**About this task**
Scan the entries below and state how many lines contain "Handheld". No other output.

(Collected data)
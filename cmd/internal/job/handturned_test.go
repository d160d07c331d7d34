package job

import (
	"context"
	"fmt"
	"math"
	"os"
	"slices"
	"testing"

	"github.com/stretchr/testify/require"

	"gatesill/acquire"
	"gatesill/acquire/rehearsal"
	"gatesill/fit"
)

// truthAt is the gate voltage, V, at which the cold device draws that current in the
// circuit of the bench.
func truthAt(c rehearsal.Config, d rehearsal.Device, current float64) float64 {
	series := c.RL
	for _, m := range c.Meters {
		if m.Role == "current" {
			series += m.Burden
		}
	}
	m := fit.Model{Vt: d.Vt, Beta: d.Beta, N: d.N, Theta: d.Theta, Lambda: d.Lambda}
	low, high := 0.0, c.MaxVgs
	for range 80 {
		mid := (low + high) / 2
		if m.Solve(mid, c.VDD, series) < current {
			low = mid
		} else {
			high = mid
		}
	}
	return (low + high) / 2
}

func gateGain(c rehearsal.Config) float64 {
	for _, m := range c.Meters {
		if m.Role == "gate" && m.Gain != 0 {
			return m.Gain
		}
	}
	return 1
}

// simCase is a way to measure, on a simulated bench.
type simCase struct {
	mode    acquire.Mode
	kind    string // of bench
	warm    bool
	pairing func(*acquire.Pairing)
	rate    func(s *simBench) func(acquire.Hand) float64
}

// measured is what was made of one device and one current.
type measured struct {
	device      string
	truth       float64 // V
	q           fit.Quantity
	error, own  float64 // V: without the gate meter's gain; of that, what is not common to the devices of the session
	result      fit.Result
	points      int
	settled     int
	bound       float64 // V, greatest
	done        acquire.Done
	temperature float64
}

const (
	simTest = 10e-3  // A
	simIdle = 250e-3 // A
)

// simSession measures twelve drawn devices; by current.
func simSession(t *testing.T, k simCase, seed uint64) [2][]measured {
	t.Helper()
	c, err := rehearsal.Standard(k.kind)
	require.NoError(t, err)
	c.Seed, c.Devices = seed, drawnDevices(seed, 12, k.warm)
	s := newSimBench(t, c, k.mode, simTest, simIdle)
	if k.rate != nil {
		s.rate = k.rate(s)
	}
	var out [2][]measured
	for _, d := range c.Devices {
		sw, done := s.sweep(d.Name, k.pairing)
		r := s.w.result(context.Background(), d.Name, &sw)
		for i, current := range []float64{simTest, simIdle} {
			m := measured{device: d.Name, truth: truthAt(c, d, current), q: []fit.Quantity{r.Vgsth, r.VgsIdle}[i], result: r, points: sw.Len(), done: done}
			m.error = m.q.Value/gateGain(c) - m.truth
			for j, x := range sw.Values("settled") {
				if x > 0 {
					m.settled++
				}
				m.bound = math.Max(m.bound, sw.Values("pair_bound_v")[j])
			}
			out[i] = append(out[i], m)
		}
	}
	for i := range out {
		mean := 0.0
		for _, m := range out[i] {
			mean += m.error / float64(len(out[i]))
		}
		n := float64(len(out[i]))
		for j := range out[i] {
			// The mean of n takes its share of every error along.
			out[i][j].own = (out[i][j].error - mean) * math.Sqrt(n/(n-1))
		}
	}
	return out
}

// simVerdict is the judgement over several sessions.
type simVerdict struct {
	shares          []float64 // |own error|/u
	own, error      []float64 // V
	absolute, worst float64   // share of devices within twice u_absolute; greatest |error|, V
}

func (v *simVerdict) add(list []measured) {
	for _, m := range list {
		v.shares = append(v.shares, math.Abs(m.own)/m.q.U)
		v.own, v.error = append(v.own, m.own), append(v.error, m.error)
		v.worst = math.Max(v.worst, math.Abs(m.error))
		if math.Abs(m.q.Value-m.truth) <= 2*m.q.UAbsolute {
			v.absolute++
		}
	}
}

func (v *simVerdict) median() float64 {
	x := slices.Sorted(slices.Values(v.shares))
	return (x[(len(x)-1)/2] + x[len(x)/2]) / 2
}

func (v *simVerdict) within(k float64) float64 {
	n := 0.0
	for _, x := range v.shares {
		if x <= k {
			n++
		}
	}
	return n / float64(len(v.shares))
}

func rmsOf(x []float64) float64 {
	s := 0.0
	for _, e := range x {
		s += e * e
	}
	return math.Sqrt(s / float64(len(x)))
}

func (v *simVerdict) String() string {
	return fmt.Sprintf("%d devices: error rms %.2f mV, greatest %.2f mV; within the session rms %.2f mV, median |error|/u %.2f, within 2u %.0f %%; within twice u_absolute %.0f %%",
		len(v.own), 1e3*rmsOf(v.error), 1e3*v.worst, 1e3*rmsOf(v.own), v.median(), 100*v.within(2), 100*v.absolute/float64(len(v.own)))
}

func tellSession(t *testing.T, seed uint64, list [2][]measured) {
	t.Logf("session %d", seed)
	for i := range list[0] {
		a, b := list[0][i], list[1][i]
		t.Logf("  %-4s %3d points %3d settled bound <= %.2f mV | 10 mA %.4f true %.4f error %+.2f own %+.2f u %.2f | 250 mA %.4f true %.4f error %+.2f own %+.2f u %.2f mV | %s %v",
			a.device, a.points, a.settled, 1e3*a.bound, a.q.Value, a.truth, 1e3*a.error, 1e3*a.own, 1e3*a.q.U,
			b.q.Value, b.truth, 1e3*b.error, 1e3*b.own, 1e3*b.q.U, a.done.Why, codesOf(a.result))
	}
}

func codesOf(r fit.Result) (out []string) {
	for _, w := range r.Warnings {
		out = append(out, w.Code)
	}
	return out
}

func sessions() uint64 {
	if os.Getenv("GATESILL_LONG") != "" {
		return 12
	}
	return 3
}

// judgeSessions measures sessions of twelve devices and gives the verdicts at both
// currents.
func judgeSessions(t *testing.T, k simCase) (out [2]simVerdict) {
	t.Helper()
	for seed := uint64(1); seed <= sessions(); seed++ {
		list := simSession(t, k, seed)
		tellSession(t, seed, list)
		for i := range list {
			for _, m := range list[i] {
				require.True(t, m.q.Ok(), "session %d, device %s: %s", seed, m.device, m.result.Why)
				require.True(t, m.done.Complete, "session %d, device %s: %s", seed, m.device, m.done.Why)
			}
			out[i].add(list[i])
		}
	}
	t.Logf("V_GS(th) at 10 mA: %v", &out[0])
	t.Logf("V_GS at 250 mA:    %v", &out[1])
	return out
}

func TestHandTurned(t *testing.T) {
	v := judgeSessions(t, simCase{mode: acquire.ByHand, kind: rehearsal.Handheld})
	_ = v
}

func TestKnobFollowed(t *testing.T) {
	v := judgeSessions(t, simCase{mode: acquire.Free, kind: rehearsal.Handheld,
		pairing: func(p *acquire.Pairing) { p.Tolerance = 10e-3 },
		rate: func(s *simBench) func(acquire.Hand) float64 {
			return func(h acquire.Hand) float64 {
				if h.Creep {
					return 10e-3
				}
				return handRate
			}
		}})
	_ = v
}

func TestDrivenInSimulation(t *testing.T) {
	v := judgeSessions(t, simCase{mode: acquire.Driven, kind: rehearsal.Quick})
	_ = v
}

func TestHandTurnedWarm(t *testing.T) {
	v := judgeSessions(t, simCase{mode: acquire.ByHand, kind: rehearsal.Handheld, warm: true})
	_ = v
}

**Answer space**
3